Restrict the output to the lines below starting at the one that contains "it against Intl)." and ending at the one that contains "const [whole, frac] = fixed.split('.');", and restate them word for word, both ends included.

::: SUPPLIED RECORDS

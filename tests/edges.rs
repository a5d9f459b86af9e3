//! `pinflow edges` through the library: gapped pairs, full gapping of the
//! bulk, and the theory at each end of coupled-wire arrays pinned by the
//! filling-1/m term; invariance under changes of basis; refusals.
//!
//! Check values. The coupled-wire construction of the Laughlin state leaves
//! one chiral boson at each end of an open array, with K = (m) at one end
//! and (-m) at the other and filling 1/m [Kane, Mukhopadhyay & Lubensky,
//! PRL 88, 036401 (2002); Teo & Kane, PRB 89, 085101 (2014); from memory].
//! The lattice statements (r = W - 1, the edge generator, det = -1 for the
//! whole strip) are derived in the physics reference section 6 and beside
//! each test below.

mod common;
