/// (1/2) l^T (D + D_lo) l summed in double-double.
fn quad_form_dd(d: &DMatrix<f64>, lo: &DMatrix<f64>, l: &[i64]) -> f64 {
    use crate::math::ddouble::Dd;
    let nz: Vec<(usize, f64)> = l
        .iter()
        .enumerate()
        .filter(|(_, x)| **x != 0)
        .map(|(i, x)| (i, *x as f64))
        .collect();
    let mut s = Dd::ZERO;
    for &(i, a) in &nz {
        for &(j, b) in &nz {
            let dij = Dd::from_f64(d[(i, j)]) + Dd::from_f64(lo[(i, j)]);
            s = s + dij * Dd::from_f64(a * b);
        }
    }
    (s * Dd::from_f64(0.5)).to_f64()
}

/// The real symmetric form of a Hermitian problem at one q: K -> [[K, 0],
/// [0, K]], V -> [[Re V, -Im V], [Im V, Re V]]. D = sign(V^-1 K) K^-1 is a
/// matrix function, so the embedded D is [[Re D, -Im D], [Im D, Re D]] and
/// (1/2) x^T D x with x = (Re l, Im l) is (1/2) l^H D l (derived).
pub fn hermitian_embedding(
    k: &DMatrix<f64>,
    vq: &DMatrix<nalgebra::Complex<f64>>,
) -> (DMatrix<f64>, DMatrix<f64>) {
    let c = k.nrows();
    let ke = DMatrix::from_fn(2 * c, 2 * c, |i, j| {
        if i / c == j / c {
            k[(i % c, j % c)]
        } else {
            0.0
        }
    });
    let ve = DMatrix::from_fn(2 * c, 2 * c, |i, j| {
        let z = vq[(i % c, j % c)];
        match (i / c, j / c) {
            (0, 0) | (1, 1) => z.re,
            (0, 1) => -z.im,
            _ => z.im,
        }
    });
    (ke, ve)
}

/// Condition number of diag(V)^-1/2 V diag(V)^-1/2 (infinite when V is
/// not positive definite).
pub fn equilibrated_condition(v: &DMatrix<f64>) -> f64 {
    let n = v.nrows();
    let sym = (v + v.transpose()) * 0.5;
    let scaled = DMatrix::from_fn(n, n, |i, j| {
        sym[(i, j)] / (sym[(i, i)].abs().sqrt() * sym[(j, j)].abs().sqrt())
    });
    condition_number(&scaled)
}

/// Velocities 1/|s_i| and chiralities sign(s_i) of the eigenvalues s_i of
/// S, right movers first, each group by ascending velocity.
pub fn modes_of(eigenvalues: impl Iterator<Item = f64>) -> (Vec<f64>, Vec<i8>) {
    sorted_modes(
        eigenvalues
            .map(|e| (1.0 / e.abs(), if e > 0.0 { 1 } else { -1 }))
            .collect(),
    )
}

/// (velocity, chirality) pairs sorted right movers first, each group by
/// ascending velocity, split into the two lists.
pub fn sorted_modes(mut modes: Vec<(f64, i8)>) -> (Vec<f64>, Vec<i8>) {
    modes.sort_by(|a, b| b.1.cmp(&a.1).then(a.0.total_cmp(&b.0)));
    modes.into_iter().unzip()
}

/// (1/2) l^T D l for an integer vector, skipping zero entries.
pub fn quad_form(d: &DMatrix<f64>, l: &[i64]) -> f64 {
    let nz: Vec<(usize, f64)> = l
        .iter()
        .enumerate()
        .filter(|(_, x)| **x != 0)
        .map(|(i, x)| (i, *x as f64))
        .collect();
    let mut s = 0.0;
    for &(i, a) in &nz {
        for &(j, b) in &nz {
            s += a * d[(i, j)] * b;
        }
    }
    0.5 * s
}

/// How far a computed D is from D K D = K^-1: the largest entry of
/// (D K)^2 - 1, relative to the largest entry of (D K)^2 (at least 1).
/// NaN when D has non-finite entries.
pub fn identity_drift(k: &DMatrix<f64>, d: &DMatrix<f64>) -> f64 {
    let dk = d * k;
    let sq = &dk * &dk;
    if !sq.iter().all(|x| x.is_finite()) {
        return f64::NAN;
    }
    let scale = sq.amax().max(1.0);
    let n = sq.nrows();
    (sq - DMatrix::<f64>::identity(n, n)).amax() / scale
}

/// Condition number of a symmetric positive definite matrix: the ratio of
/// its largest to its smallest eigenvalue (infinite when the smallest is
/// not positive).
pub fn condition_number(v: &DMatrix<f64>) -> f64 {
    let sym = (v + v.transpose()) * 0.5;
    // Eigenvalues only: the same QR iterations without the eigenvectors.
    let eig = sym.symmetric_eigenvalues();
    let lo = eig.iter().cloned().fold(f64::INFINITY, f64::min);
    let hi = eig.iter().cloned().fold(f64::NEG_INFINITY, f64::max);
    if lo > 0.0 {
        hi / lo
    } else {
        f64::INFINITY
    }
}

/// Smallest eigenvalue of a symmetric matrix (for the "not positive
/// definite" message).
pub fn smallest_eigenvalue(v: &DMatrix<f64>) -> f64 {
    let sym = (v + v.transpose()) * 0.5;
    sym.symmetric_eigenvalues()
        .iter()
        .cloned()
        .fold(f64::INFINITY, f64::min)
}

::::::
::: SUPPLIED RECORDS

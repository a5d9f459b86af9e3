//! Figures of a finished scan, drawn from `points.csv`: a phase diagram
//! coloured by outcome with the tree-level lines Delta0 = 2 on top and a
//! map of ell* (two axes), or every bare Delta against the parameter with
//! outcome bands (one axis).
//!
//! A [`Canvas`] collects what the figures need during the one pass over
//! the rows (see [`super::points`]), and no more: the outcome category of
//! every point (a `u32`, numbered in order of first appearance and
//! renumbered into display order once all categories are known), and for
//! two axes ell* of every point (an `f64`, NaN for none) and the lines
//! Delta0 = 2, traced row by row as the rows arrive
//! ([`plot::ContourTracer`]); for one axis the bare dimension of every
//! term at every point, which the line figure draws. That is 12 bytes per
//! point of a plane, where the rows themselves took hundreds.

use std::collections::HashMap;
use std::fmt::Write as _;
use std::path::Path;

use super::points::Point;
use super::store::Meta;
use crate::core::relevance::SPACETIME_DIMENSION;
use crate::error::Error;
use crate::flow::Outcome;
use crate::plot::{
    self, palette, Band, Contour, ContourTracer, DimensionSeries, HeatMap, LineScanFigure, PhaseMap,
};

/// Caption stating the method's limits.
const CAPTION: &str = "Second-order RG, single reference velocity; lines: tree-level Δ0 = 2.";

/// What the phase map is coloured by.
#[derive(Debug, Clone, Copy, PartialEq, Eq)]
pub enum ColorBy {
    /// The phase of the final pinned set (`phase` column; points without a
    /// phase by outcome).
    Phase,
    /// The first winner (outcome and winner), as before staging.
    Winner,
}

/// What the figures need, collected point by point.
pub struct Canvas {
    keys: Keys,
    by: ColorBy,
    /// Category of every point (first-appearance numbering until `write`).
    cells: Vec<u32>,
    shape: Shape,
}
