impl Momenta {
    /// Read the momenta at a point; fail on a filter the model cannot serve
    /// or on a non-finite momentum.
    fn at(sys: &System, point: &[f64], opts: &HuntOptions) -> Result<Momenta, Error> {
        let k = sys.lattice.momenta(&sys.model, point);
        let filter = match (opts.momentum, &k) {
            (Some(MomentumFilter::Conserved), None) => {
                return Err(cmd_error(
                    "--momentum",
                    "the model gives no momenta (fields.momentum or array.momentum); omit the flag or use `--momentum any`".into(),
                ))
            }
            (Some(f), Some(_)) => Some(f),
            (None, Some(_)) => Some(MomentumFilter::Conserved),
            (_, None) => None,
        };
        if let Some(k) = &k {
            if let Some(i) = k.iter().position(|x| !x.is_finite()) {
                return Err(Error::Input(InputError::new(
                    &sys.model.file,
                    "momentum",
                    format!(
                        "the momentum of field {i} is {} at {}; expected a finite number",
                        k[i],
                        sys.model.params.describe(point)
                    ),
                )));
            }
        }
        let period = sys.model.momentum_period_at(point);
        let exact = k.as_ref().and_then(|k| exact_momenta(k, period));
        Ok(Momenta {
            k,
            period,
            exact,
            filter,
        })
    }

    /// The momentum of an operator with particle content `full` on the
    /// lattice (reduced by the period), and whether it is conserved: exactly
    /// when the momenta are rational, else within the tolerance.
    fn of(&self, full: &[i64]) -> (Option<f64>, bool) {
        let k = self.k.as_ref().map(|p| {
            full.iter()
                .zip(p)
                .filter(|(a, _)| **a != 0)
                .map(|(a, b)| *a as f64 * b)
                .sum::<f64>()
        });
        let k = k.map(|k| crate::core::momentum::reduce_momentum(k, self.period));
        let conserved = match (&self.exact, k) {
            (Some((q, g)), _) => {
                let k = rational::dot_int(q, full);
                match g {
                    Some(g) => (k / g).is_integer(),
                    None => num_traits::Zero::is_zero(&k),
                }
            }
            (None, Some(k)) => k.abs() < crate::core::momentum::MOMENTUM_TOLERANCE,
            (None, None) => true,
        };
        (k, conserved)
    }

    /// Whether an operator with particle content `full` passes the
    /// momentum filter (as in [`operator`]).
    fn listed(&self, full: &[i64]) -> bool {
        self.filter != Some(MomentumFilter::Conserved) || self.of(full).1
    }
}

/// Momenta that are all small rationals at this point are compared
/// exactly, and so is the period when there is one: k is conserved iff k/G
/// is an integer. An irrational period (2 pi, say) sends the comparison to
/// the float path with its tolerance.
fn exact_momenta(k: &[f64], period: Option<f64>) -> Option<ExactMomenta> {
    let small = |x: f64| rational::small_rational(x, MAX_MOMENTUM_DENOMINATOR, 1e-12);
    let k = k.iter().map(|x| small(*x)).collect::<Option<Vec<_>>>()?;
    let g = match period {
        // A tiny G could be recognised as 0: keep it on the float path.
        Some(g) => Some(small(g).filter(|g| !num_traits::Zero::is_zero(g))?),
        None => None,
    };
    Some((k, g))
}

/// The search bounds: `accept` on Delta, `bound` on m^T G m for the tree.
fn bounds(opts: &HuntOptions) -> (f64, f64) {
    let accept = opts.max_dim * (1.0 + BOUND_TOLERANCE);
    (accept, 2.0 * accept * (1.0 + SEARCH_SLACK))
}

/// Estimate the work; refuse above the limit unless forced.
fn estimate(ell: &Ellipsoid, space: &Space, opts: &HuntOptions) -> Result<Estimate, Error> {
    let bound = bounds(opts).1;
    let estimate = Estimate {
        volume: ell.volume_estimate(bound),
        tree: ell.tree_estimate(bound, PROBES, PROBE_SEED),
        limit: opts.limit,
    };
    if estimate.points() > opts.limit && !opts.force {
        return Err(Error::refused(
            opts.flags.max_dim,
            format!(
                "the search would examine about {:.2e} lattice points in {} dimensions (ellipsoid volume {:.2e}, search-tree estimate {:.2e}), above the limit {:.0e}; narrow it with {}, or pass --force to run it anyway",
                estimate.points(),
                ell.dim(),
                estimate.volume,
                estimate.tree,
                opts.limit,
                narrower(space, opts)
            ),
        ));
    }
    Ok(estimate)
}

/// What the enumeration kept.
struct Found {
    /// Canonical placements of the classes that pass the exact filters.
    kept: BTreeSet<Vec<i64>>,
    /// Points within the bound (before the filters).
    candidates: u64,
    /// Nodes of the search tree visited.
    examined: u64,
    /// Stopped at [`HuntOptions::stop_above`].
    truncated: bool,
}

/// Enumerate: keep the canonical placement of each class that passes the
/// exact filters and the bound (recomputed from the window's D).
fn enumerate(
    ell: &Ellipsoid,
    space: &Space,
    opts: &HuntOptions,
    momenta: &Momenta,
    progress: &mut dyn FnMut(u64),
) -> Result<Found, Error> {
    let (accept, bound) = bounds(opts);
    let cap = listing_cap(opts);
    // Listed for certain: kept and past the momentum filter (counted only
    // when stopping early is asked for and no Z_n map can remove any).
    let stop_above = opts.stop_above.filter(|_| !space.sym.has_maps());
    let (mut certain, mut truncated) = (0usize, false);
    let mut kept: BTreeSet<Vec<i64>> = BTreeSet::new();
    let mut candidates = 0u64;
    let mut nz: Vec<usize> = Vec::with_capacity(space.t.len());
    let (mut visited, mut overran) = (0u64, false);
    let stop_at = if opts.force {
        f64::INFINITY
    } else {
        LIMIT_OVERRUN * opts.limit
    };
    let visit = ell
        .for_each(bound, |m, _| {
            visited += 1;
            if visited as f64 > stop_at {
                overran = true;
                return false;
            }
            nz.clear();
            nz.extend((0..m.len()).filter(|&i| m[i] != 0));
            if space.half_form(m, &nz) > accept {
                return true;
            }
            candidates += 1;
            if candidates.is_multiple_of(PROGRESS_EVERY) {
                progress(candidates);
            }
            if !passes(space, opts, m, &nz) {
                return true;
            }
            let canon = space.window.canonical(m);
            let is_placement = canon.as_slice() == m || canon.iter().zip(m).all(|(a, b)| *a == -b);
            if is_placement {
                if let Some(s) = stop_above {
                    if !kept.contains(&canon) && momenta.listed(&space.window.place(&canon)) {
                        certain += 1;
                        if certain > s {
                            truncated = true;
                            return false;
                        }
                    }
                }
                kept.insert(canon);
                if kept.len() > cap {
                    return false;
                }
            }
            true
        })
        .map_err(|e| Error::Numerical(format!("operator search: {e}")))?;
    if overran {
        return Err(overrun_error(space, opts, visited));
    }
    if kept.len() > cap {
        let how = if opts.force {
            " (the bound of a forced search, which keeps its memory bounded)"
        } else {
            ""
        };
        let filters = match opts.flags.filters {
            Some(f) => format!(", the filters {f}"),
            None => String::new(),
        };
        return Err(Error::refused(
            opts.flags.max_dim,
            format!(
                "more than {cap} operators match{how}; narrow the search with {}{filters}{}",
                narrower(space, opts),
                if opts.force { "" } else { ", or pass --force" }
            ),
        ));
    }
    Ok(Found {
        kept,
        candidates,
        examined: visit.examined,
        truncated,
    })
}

::::::
::: SUPPLIED RECORDS

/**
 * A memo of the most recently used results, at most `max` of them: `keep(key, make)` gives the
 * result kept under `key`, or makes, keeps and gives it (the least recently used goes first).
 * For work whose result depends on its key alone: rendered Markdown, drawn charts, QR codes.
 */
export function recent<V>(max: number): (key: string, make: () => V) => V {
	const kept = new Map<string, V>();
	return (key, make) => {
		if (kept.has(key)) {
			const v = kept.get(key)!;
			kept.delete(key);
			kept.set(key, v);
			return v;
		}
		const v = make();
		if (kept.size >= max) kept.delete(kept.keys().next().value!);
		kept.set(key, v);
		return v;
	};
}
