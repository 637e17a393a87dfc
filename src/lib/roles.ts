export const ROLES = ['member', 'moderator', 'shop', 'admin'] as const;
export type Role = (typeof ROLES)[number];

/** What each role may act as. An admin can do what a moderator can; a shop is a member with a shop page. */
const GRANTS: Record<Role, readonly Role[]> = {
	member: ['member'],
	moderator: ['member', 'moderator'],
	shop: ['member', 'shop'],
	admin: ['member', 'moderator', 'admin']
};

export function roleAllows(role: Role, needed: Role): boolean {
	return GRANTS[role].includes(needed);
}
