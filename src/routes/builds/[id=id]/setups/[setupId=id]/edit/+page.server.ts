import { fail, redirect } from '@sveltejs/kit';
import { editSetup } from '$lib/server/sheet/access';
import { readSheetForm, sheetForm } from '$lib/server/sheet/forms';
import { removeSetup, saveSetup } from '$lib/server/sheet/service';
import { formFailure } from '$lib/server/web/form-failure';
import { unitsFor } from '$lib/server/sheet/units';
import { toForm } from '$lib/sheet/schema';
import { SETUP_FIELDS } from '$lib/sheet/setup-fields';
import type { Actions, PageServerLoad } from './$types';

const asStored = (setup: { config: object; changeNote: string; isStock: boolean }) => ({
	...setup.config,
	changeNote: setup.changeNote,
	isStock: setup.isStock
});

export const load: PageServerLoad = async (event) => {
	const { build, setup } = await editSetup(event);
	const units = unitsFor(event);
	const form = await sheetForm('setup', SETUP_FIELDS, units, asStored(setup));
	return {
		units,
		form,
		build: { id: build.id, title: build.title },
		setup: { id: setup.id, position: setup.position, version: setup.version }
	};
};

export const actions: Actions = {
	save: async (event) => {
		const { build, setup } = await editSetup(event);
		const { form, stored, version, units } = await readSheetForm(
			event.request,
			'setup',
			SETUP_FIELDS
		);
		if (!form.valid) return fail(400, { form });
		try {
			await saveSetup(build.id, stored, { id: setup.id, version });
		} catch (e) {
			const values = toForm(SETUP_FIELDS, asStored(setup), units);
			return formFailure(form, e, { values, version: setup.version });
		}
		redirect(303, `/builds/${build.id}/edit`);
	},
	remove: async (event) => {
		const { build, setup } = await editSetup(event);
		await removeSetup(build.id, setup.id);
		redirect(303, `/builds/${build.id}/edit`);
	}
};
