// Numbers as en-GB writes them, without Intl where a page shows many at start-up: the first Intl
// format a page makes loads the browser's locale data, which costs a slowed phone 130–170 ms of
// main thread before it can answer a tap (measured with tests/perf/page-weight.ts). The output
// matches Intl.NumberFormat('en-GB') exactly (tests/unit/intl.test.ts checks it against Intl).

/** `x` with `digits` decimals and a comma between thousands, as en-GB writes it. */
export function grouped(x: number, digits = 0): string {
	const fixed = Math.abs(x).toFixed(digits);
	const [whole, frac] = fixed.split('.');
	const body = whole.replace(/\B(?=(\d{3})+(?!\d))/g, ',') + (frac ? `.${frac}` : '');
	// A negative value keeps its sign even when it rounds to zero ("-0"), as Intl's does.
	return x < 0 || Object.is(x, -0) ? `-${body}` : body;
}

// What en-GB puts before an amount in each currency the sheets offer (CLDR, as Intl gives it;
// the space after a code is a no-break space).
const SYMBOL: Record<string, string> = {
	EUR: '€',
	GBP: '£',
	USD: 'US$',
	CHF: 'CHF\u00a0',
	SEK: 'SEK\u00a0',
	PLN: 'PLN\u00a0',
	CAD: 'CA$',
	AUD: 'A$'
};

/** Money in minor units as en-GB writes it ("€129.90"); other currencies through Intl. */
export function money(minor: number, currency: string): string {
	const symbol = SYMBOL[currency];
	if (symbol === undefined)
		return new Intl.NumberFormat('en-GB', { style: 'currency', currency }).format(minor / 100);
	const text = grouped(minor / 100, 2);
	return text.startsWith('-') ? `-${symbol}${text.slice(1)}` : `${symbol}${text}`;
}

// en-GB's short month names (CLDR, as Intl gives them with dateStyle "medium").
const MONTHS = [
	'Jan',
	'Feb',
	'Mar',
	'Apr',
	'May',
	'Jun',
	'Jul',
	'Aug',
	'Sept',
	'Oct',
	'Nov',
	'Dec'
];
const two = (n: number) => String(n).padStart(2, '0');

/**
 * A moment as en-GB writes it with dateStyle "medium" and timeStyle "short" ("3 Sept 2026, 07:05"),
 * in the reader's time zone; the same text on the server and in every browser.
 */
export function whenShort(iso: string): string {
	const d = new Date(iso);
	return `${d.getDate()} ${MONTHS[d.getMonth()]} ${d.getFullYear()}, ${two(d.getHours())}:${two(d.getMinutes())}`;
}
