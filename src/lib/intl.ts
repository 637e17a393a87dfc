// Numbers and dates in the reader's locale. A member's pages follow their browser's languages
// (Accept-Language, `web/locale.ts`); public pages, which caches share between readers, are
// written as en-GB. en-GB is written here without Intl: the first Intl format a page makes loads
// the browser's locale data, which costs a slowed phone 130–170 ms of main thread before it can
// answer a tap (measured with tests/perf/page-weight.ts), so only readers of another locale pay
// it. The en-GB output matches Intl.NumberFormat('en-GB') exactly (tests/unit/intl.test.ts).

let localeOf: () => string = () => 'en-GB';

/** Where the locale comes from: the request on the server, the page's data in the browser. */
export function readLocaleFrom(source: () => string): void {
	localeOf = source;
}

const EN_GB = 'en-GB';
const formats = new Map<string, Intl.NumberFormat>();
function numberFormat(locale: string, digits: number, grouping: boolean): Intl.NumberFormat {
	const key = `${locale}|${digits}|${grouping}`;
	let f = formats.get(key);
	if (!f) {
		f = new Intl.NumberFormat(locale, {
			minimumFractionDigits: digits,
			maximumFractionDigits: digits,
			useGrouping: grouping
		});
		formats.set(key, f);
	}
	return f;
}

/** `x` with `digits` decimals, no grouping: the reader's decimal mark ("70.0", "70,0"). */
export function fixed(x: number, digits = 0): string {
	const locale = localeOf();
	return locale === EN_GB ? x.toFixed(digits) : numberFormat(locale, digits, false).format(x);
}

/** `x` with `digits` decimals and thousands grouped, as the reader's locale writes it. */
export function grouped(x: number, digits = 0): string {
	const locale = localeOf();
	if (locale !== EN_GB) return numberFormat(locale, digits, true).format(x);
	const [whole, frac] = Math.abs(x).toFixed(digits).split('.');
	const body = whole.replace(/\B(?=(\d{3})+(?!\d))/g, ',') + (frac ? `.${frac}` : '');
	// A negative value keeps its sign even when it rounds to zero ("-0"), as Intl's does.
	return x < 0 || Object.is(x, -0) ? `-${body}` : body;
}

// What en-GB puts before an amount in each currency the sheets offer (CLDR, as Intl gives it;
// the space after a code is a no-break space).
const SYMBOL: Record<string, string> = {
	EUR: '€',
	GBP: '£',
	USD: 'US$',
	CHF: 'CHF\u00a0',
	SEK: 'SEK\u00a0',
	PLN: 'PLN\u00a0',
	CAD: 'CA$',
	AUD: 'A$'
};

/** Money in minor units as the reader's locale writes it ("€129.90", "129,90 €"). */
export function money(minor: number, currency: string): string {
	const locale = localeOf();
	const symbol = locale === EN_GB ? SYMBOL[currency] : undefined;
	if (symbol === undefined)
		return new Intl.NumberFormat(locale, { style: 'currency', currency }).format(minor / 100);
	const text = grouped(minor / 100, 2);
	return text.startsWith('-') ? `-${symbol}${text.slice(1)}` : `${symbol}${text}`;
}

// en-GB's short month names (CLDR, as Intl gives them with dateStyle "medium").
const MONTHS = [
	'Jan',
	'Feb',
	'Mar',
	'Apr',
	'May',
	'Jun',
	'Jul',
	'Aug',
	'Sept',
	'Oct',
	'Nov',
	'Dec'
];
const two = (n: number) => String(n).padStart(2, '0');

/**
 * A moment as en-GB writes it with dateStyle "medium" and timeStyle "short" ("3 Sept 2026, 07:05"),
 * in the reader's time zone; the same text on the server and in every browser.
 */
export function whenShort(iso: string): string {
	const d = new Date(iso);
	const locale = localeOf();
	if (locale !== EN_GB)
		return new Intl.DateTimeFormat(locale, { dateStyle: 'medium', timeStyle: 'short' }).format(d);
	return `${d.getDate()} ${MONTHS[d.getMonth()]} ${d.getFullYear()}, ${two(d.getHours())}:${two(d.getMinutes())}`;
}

::::::

— RESPONSE TO THIS TASK —
// matches Intl.NumberFormat('en-GB') exactly (tests/unit/intl.test.ts checks it against Intl).

/** `x` with `digits` decimals and a comma between thousands, as en-GB writes it. */
export function grouped(x: number, digits = 0): string {
	const fixed = Math.abs(x).toFixed(digits);
	const [whole, frac] = fixed.split('.');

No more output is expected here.